Dataset records =
-- -- --
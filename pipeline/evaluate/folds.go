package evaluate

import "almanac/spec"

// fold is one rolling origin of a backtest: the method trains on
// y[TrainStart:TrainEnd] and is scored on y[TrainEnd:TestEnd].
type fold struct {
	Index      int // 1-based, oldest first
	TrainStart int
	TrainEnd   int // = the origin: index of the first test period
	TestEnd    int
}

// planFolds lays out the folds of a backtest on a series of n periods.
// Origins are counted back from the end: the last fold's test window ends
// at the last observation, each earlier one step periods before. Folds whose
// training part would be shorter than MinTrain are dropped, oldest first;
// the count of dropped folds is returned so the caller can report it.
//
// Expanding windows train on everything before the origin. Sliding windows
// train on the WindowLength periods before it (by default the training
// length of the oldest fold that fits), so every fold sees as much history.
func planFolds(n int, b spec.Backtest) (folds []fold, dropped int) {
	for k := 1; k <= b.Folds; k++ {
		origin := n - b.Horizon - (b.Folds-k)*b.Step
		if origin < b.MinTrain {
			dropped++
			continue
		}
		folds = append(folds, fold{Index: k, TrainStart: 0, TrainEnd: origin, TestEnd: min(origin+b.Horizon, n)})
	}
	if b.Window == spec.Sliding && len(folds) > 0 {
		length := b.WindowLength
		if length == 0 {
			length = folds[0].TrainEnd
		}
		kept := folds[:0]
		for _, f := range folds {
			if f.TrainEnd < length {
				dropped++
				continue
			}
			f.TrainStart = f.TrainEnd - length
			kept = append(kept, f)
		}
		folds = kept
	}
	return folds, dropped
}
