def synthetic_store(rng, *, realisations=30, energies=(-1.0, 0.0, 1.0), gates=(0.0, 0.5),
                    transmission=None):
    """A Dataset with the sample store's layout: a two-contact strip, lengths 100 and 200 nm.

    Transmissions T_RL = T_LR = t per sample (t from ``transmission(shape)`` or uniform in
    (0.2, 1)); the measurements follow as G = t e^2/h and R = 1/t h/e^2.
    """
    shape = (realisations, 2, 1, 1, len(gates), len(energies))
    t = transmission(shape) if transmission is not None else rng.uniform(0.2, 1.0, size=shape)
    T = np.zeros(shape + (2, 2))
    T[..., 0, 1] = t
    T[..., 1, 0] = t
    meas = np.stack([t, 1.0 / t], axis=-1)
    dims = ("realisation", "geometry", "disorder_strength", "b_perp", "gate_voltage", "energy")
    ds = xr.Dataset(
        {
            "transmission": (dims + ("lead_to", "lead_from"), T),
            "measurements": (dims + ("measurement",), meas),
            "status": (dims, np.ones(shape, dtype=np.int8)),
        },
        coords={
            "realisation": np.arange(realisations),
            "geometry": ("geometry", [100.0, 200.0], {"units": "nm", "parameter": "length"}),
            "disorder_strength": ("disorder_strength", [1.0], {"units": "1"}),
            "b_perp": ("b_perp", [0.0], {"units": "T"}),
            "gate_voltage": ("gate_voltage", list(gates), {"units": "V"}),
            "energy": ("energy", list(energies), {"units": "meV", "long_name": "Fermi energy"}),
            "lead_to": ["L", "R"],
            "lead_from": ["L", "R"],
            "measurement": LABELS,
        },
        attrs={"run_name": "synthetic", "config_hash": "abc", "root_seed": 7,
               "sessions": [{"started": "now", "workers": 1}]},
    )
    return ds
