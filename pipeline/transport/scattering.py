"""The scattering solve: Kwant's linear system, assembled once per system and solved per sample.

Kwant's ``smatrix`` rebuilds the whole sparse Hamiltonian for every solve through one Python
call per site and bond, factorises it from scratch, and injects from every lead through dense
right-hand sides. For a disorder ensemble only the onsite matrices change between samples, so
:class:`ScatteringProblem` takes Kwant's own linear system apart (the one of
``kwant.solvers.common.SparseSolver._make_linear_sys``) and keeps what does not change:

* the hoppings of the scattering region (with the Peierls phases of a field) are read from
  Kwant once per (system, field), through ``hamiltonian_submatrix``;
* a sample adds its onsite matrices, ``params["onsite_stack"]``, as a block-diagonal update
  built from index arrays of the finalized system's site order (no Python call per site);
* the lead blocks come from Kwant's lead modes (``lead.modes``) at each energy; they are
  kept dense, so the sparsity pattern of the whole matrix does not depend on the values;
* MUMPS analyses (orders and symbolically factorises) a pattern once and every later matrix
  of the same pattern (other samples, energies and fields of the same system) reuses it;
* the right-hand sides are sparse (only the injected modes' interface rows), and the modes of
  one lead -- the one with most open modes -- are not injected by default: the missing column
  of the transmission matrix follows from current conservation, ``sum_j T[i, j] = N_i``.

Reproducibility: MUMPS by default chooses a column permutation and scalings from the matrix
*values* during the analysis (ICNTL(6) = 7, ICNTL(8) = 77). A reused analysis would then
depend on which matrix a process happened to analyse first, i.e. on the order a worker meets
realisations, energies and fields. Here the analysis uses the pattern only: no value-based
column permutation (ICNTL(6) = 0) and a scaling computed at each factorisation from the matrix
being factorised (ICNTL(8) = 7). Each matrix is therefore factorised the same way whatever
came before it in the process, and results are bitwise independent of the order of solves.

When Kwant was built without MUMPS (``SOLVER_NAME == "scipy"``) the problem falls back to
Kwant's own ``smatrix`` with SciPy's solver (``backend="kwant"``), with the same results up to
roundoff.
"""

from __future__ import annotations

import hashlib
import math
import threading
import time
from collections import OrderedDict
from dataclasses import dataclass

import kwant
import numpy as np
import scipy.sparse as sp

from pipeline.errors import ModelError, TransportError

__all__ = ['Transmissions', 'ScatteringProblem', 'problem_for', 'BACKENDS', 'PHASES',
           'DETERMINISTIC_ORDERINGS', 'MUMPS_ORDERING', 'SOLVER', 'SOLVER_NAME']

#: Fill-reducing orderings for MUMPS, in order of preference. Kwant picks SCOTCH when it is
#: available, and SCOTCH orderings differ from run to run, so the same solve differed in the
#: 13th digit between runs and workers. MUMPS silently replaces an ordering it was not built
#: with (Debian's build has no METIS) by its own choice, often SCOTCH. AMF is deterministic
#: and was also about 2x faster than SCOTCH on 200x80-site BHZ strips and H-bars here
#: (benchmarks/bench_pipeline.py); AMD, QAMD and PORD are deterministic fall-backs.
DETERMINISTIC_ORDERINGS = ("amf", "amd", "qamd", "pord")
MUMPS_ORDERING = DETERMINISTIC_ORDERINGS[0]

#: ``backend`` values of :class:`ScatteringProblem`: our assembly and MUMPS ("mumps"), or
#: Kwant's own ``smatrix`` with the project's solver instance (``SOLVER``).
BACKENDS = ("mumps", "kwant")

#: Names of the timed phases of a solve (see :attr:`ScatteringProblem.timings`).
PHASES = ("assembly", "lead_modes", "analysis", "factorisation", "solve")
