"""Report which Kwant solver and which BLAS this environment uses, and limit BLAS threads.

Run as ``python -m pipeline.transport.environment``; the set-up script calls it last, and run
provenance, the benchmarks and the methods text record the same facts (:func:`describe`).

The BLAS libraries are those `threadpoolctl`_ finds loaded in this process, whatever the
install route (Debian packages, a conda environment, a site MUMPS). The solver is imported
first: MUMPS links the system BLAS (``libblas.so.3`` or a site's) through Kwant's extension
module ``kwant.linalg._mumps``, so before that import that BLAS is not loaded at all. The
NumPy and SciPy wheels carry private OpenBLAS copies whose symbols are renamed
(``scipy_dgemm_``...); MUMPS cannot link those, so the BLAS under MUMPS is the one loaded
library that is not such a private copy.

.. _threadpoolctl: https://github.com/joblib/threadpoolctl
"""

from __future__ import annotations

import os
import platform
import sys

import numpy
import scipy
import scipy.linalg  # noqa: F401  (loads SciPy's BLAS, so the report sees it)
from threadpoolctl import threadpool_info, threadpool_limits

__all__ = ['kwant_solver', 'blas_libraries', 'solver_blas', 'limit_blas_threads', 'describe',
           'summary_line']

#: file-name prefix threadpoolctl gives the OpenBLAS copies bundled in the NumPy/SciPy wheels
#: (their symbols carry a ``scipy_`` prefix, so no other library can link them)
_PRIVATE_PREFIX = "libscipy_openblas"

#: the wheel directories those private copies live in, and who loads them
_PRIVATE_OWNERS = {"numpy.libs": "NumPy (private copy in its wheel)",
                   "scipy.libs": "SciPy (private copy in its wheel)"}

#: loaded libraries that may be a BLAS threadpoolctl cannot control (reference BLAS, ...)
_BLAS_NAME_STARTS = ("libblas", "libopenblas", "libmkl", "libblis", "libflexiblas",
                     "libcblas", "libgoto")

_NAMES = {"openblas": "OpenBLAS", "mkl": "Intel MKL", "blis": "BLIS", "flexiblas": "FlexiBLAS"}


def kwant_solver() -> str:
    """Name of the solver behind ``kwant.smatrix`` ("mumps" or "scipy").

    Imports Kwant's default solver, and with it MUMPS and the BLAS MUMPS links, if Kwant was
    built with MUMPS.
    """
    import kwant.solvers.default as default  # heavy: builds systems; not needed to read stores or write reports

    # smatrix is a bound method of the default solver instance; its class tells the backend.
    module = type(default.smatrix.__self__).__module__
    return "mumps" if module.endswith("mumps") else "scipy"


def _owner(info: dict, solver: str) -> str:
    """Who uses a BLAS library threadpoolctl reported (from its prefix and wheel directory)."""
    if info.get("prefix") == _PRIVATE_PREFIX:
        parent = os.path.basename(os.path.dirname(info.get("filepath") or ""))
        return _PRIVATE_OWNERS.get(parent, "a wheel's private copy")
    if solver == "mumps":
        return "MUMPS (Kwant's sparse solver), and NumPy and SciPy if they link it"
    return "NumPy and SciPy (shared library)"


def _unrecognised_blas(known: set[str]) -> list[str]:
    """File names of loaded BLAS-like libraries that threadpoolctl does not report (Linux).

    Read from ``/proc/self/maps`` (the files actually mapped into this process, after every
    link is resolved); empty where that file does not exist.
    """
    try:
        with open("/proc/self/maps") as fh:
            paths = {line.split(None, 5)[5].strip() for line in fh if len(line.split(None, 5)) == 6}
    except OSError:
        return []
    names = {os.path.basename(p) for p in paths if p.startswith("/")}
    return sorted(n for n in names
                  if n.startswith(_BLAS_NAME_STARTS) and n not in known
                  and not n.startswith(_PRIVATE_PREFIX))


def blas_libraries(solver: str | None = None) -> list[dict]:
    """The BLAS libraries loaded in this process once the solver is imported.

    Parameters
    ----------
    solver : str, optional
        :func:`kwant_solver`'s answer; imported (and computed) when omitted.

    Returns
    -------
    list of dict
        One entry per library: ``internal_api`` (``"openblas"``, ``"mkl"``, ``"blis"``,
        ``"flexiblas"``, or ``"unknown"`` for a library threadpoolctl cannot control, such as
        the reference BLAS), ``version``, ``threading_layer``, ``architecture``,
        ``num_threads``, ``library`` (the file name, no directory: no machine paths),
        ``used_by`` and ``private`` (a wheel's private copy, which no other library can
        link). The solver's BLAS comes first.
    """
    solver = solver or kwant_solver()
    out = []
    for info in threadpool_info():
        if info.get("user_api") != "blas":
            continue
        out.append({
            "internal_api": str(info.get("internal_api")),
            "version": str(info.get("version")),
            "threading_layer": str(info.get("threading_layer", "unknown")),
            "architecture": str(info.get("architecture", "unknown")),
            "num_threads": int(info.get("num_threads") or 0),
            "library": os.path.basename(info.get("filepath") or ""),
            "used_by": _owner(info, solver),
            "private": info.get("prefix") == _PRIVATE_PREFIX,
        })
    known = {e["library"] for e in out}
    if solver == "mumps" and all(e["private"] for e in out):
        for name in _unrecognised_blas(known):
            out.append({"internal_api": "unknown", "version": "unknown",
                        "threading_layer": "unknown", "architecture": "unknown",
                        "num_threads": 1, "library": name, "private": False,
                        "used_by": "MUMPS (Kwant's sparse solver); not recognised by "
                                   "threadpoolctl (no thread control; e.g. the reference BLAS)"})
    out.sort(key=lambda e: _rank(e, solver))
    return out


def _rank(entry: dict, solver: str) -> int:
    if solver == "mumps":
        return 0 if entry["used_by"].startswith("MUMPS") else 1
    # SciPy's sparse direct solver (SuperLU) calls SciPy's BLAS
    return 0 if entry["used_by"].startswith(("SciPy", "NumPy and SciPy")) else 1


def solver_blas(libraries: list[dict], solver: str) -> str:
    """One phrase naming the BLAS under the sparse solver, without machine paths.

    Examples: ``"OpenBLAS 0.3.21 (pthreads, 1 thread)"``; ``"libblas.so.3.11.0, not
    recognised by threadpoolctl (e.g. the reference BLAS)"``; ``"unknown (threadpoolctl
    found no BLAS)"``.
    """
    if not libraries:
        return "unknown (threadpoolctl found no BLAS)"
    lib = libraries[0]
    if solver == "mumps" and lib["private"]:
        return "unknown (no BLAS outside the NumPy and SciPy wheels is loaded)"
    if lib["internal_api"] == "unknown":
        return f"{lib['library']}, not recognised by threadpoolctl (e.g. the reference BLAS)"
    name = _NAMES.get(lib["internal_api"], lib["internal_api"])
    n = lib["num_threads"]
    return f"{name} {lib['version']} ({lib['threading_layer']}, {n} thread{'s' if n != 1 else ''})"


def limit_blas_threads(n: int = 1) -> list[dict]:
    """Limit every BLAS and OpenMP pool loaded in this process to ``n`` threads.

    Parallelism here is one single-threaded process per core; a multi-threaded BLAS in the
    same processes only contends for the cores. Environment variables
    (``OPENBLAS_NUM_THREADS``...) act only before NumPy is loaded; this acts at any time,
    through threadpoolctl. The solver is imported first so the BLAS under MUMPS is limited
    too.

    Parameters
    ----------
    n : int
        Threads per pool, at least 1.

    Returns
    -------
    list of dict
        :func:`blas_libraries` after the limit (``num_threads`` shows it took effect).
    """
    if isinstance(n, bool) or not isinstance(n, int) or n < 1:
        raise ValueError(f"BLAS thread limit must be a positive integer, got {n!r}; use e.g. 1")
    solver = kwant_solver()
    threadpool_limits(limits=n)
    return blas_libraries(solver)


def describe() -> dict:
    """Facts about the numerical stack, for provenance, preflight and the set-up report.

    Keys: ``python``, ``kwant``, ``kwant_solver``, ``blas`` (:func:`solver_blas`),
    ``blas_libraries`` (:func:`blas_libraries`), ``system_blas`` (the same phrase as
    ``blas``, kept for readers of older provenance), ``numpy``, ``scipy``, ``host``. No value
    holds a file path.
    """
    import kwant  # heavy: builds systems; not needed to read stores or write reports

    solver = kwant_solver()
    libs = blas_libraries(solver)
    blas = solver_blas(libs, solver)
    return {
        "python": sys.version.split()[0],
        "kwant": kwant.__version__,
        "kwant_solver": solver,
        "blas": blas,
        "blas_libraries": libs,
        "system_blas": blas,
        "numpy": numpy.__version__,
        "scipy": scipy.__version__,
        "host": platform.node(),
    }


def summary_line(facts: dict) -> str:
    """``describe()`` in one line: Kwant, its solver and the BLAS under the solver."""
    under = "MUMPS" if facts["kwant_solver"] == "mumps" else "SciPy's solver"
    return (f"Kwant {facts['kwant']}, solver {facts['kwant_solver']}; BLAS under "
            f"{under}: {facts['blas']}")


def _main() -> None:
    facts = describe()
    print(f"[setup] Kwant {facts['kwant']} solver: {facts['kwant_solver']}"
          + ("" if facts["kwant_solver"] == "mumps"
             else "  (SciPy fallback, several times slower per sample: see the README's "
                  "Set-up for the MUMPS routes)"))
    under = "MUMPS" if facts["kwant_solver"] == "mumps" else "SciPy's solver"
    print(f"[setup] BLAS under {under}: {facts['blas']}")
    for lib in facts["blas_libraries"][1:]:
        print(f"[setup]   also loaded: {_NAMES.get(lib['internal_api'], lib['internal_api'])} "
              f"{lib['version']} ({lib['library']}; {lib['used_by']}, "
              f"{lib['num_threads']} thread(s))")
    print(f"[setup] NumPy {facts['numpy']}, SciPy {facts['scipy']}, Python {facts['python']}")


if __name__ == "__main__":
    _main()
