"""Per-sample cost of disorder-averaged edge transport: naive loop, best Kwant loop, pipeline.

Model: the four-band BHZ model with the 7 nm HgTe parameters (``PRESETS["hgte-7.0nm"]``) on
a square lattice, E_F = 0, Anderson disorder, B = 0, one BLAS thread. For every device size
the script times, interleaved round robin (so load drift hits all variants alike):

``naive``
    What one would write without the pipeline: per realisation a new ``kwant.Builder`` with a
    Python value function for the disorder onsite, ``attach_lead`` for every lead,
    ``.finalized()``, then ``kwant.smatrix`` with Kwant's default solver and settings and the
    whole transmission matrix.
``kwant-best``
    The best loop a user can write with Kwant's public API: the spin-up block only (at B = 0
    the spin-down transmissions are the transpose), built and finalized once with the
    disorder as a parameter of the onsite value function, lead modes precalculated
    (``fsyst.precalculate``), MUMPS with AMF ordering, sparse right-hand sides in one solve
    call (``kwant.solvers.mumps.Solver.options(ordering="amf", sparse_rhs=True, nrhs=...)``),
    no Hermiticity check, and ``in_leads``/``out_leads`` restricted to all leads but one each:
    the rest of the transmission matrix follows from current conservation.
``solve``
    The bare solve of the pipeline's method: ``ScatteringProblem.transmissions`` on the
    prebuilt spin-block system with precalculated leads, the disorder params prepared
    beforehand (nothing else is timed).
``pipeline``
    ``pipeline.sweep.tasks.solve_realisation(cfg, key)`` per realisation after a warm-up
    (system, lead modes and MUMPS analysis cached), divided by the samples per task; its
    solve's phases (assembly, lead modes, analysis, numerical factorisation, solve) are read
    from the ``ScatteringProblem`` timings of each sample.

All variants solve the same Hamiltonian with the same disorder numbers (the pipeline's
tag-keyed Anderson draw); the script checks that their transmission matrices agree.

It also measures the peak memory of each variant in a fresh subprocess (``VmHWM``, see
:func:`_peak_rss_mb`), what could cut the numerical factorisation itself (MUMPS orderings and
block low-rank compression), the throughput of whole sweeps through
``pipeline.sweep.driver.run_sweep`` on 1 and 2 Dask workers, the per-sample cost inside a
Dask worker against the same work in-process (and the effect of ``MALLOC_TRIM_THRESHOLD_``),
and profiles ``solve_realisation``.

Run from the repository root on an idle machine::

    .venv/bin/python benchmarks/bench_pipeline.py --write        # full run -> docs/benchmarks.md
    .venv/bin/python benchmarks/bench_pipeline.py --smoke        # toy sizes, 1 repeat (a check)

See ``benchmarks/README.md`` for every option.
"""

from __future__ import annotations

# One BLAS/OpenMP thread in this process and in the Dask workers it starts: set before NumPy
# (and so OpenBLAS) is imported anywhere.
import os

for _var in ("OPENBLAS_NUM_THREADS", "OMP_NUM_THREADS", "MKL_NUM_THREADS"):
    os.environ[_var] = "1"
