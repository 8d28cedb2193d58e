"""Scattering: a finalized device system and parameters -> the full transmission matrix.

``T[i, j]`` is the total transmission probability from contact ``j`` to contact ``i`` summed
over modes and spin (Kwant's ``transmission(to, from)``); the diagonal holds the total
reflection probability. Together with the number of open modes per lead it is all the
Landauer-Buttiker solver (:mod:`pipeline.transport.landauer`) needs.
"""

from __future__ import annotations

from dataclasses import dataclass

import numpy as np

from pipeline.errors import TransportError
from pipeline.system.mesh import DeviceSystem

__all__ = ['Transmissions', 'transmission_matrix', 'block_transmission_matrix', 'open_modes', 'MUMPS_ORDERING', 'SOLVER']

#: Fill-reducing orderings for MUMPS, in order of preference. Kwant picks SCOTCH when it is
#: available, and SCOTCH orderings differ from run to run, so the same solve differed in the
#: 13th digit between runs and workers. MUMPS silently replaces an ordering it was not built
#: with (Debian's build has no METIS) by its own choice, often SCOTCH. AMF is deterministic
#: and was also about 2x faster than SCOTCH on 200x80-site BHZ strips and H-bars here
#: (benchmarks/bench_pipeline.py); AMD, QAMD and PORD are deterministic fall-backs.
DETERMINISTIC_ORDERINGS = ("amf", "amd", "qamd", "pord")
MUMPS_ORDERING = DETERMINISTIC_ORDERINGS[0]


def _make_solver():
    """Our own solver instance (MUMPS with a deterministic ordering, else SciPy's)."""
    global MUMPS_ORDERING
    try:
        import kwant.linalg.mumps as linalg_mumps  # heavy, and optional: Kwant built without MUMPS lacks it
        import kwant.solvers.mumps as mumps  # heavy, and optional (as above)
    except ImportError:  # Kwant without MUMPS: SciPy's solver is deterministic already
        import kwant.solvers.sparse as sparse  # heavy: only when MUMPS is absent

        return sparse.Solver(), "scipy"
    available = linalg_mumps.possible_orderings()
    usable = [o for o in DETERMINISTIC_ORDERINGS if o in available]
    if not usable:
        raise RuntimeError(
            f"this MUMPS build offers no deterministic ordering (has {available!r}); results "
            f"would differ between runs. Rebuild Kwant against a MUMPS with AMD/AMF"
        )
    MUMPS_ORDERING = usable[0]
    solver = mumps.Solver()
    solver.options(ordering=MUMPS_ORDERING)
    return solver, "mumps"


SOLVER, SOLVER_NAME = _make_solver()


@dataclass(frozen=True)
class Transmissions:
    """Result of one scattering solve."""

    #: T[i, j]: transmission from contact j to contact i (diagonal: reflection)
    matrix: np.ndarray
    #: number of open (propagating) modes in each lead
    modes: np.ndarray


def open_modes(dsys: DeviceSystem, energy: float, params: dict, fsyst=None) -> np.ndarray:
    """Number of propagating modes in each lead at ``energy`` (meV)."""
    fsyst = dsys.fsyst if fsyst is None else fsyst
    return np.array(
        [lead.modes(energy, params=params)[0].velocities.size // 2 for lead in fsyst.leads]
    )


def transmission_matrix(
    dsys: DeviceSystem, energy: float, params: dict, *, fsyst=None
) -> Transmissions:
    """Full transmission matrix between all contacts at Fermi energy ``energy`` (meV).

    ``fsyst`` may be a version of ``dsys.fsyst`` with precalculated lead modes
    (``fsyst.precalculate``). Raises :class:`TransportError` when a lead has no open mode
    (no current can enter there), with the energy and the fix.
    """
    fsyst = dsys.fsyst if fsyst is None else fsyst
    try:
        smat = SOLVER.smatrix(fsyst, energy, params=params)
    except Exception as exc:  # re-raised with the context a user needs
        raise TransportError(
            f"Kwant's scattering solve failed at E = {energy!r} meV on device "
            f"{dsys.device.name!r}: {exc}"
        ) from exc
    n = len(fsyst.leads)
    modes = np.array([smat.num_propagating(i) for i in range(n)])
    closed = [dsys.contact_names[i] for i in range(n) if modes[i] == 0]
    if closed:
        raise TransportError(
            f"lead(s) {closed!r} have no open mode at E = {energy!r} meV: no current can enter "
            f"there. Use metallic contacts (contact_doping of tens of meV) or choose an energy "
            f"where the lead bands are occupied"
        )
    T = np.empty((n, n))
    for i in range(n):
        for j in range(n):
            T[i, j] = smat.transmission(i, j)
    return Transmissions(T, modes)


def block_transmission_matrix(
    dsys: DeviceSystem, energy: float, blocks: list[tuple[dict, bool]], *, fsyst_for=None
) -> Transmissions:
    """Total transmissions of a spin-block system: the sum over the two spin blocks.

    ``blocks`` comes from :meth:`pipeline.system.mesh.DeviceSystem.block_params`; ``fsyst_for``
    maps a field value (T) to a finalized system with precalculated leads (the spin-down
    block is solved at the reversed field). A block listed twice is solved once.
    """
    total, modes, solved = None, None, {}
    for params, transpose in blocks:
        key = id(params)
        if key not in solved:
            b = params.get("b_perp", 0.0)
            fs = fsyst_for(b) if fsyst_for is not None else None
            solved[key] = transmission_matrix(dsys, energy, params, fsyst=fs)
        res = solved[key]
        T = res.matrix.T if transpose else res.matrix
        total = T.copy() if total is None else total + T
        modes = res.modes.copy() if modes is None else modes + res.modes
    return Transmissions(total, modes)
-- -- --
Exercise brief =
In the entries above, identify every line with the string "libblas".

Written response =
first: MUMPS links the system BLAS (``libblas.so.3`` or a site's) through Kwant's extension
_BLAS_NAME_STARTS = ("libblas", "libopenblas", "libmkl", "libblis", "libflexiblas",
    Examples: ``"OpenBLAS 0.3.21 (pthreads, 1 thread)"``; ``"libblas.so.3.11.0, not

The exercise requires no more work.